[Leetcode] Construct Binary Tree from Inorder and Postorder Traversal

Given inorder and postorder traversal of a tree, construct the binary tree.

Note:
You may assume that duplicates do not exist in the tree.

由于树中没有重复的值，那么我们可以通过从后序遍历中找到根节点，然后根据中序遍历中根的位置来确定左子树和右子树。
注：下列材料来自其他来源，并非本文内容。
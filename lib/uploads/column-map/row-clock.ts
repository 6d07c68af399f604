import { type ColumnMapSpecification, type MappedColumn } from '../../domain/column-map'
import { unitFromAlias } from '../../analysis/units/unit-from-alias'
import { LocalClock, isTimeZone } from '../dates/local-clock'
import { localMidnightS, scanDateTime } from '../dates/scan-date-time'
import { absenceOf } from '../missing-words'
import { NumberColumn } from '../number-column'
import { readNumberText } from '../number-text'
import { type ProblemInput } from '../problem-list'
import { type Cell } from '../table'
import { findStart } from './find-start'

type Preamble = readonly { readonly key: string; readonly value: string }[]

/**
 * Instants of the rows [s since the epoch]. Wall-clock times go through the zone's own rules; where the clock shows an hour twice, the jump back
 * between rows tells which is which, and where there is none the answer of a person does.
 */
export class RowClock {
  readonly instants = new NumberColumn()
  /** indices of instants that nobody has settled */
  readonly #ambiguous: number[] = []
  readonly #local = new NumberColumn()
  readonly #clock: LocalClock | null
  readonly #date: MappedColumn | undefined
  readonly #time: MappedColumn | undefined
  readonly #elapsed: MappedColumn | undefined
  readonly #elapsedToS: ((value: number) => number) | null
  readonly #startS: number | null
  readonly startFault: ProblemInput | null
  #days = 0
  #previousSecond = -1
  #midnightText = ''
  #midnightS = 0
  hasUnsettledHour = false

  constructor(
    readonly specification: ColumnMapSpecification,
    preamble: Preamble,
  ) {
    const columns = specification.columns
    const byMeaning = (meaning: MappedColumn['meaning']) => columns.find((column) => column.meaning === meaning)
    this.#clock = isTimeZone(specification.timeZone) ? new LocalClock(specification.timeZone) : null
    this.#date = byMeaning('time') ?? byMeaning('date')
    this.#time = this.#date?.meaning === 'time' ? undefined : byMeaning('time-of-day')
    this.#elapsed = this.#date === undefined ? byMeaning('elapsed-time') : undefined
    this.#elapsedToS =
      this.#elapsed === undefined || this.#elapsed.unit === ''
        ? null
        : (unitFromAlias(this.#elapsed.unit, 'time')?.toSi ?? null)
    const needsStart = this.#date === undefined && (this.#elapsed !== undefined || this.#time !== undefined)
    const start = needsStart ? this.#start(preamble) : null
    this.#startS = typeof start === 'number' ? start : null
    this.startFault = needsStart && typeof start !== 'number' ? start : null
  }

  #start(preamble: Preamble): number | ProblemInput {
    const stated = this.specification.elapsedStart ?? findStart(preamble)?.text ?? null
    if (stated === null)
      return {
        code: 'bad-date',
        severity: 'fatal',
        expected: 'a start with date and time, in the preamble or given by a person',
        sentence:
          'The file counts time from its start and does not say when that was. Give the start and read it again.',
      }
    // a time of day runs on its own; elapsed time runs from the instant
    const seconds = this.#elapsed === undefined ? this.#localMidnight(stated) : this.#instant(stated)
    if (seconds === null)
      return {
        code: 'bad-date',
        severity: 'fatal',
        found: stated,
        expected: 'date and time in the order chosen, in a zone that is known',
        sentence: `The start “${stated.slice(0, 60)}” cannot be read as date and time with the order of day and month that was chosen.`,
      }
    return seconds
  }

  #localMidnight(text: string): number | null {
    const scan = scanDateTime(text)
    return scan === null ? null : localMidnightS(scan, this.specification.dateOrder)
  }

  #instant(text: string): number | null {
    const scan = scanDateTime(text)
    if (scan === null) return null
    const midnightS = localMidnightS(scan, this.specification.dateOrder)
    if (midnightS === null || scan.secondOfDay === null || scan.secondOfDay >= 86_400) return null
    const localS = midnightS + scan.secondOfDay
    if (scan.offsetMinutes !== null) return localS - scan.offsetMinutes * 60
    const instants = this.#clock?.instants(localS) ?? []
    if (instants.length > 1 && this.specification.ambiguousHour === null) this.hasUnsettledHour = true
    return instants[this.specification.ambiguousHour === 'later' ? instants.length - 1 : 0] ?? null
  }

  /** Takes the time of the next row; a fault where it has none that can be read. */
  add(cells: readonly Cell[], line: number): ProblemInput | null {
    if (this.#date !== undefined) return this.#addDate(cells, line, this.#date)
    if (this.#elapsed !== undefined) return this.#addElapsed(cells, line, this.#elapsed)
    if (this.#time !== undefined) return this.#addTimeOfDay(cells, line, this.#time)
    return { code: 'missing-column', severity: 'fatal', sentence: 'No column is marked as the time.' }
  }

  /** Takes the last row back, when the rest of it turned out to be no reading. */
  undo(): void {
    if (this.#ambiguous.at(-1) === this.instants.length - 1) this.#ambiguous.pop()
    this.instants.pop()
    this.#local.pop()
  }

  #addDate(cells: readonly Cell[], line: number, column: MappedColumn): ProblemInput | null {
    const cell = cells[column.index] ?? ''
    const text = typeof cell === 'number' ? String(cell) : cell
    const scan = scanDateTime(text, true)
    if (scan === null || scan.fields === null) return badTime(line, column, text, 'a date')
    let midnightS: number | null
    // the date repeats from row to row, with the time apart or behind it
    const dateText = scan.secondOfDay === null ? text : text.slice(0, 10)
    if (dateText === this.#midnightText && scan.secondOfDay === null) midnightS = this.#midnightS
    else {
      midnightS = localMidnightS(scan, this.specification.dateOrder)
      if (midnightS !== null) {
        this.#midnightText = dateText
        this.#midnightS = midnightS
      }
    }
    if (midnightS === null)
      return badTime(
        line,
        column,
        text,
        this.specification.dateOrder === null
          ? 'a date whose order of day and month is known'
          : `a date with the ${said(this.specification.dateOrder)}`,
      )
    let seconds = scan.secondOfDay
    let offsetMinutes = scan.offsetMinutes
    if (this.#time !== undefined && column.meaning === 'date') {
      const timeCell = cells[this.#time.index] ?? ''
      const timeScan = scanDateTime(String(timeCell))
      if (timeScan === null || timeScan.secondOfDay === null || timeScan.secondOfDay >= 86_401)
        return badTime(line, this.#time, String(timeCell), 'a time of day')
      seconds = timeScan.secondOfDay
      offsetMinutes = timeScan.offsetMinutes
    }
    if (seconds !== null && seconds >= 86_401) return badTime(line, column, text, 'a time of day below 24 h')
    return this.#push(midnightS + (seconds ?? 0), offsetMinutes, line, column, text)
  }

  #addElapsed(cells: readonly Cell[], line: number, column: MappedColumn): ProblemInput | null {
    const cell = cells[column.index] ?? ''
    if (this.#startS === null) return this.startFault
    let seconds: number | null = null
    if (typeof cell === 'number' || this.#elapsedToS !== null) {
      const value = typeof cell === 'number' ? cell : readNumberText(cell, this.specification.decimalMark)
      if (value !== null && this.#elapsedToS === null)
        return {
          code: 'unknown-unit',
          severity: 'problem',
          line,
          column: column.header,
          found: String(cell),
          expected: 'a unit of time for the column',
          sentence: `“${column.header}” counts time in numbers without a unit. Choose one in the table of columns.`,
        }
      if (value !== null && this.#elapsedToS !== null) seconds = this.#elapsedToS(value)
    }
    if (seconds === null && typeof cell === 'string') {
      const scan = scanDateTime(cell.length < 4 ? `0${cell}` : cell)
      if (scan !== null && scan.fields === null && (scan.hasSeconds || column.unit !== '')) seconds = scan.secondOfDay
    }
    if (seconds === null)
      return badTime(
        line,
        column,
        String(cell),
        this.#elapsedToS === null ? 'an elapsed time as hours:minutes:seconds' : `a number of ${column.unit}`,
      )
    this.instants.push(this.#startS + seconds)
    this.#local.push(Number.NaN)
    return null
  }

  #addTimeOfDay(cells: readonly Cell[], line: number, column: MappedColumn): ProblemInput | null {
    if (this.#startS === null) return this.startFault
    const text = String(cells[column.index] ?? '')
    const scan = scanDateTime(text)
    if (scan === null || scan.secondOfDay === null || scan.fields !== null || scan.secondOfDay >= 86_401)
      return badTime(line, column, text, 'a time of day')
    // past midnight the clock starts again; an hour back in autumn is not a day
    if (this.#previousSecond >= 0 && scan.secondOfDay < this.#previousSecond - 43_200) this.#days++
    this.#previousSecond = scan.secondOfDay
    return this.#push(this.#startS + this.#days * 86_400 + scan.secondOfDay, scan.offsetMinutes, line, column, text)
  }

  #push(
    localS: number,
    offsetMinutes: number | null,
    line: number,
    column: MappedColumn,
    text: string,
  ): ProblemInput | null {
    if (offsetMinutes !== null) {
      this.instants.push(localS - offsetMinutes * 60)
      this.#local.push(Number.NaN)
      return null
    }
    if (this.#clock === null)
      return {
        code: 'bad-date',
        severity: 'fatal',
        line,
        found: this.specification.timeZone,
        expected: 'a time zone such as Europe/Berlin',
        sentence: 'The zone of the file’s clock is not known. Choose it and read the file again.',
      }
    const candidates = this.#clock.instants(localS)
    const first = candidates[0]
    if (first === undefined)
      return {
        code: 'bad-date',
        severity: 'problem',
        line,
        column: column.header,
        found: text,
        expected: `a time that the clocks in ${this.specification.timeZone} show`,
        sentence: `Line ${String(line)}: ${text.slice(0, 40)} does not exist in ${this.specification.timeZone}, where the clocks went forward over it. If the rig’s clock stays on standard time, choose a zone without summer time.`,
      }
    if (candidates.length > 1) this.#ambiguous.push(this.instants.length)
    this.instants.push(first)
    this.#local.push(localS)
    return null
  }

  /** Settles the hour that came twice, once all rows are in. */
  settle(): void {
    let i = 0
    while (i < this.#ambiguous.length) {
      let j = i
      while (j + 1 < this.#ambiguous.length && this.#ambiguous[j + 1] === (this.#ambiguous[j] ?? 0) + 1) j++
      const from = this.#ambiguous[i] ?? 0
      const to = this.#ambiguous[j] ?? 0
      // the clock jumps back between two rows of the stretch: the first time through before it, the second after it
      let jump = -1
      for (let k = from + 1; k <= to; k++) if (this.#local.at(k) < this.#local.at(k - 1) - 900) jump = k
      const answer = this.specification.ambiguousHour
      if (jump >= 0) for (let k = jump; k <= to; k++) this.#later(k)
      else if (answer === 'later') for (let k = from; k <= to; k++) this.#later(k)
      else if (answer === null) this.hasUnsettledHour = true
      i = j + 1
    }
  }

  #later(index: number): void {
    const candidates = this.#clock?.instants(this.#local.at(index)) ?? []
    this.instants.set(index, candidates.at(-1) ?? this.instants.at(index))
  }
}

function said(order: 'year-first' | 'day-first' | 'month-first'): string {
  return order === 'year-first' ? 'year first' : order === 'day-first' ? 'day first' : 'month first'
}

function badTime(line: number, column: MappedColumn, found: string, expected: string): ProblemInput {
  const isMissing = absenceOf(found) !== null
  return {
    code: 'bad-date',
    severity: 'problem',
    line,
    column: column.header,
    found,
    expected,
    sentence: isMissing
      ? `Line ${String(line)} has no time in “${column.header}”. The row was not read.`
      : `Line ${String(line)}, “${column.header}”: “${found.slice(0, 60)}” is not ${expected}. The row was not read.`,
  }
}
    public TreeNode buildTree(int[] inorder, int[] postorder) {
        int n = inorder.length;
        if(n == 0) return null;
        if(n == 1) return new TreeNode(inorder[0]);
        int key = postorder[n-1];
        int ind = 0;
        
        while(inorder[ind] != key) ind++;
        int[] il = new int[ind];
        int[] pl = new int[ind];
        int[] ir = new int[n-ind-1];
        int[] pr = new int[n-ind-1];
        for(int i = 0; i < ind; i++) {
            il[i] = inorder[i];
            pl[i] = postorder[i];
        }
        for(int i = 0; i < n-ind-1; i++) {
            ir[i] = inorder[ind+i+1];
            pr[i] = postorder[ind+i];
        }
        TreeNode root = new TreeNode(key);
        root.left = buildTree(il, pl);
        root.right = buildTree(ir, pr);
        return root;
    }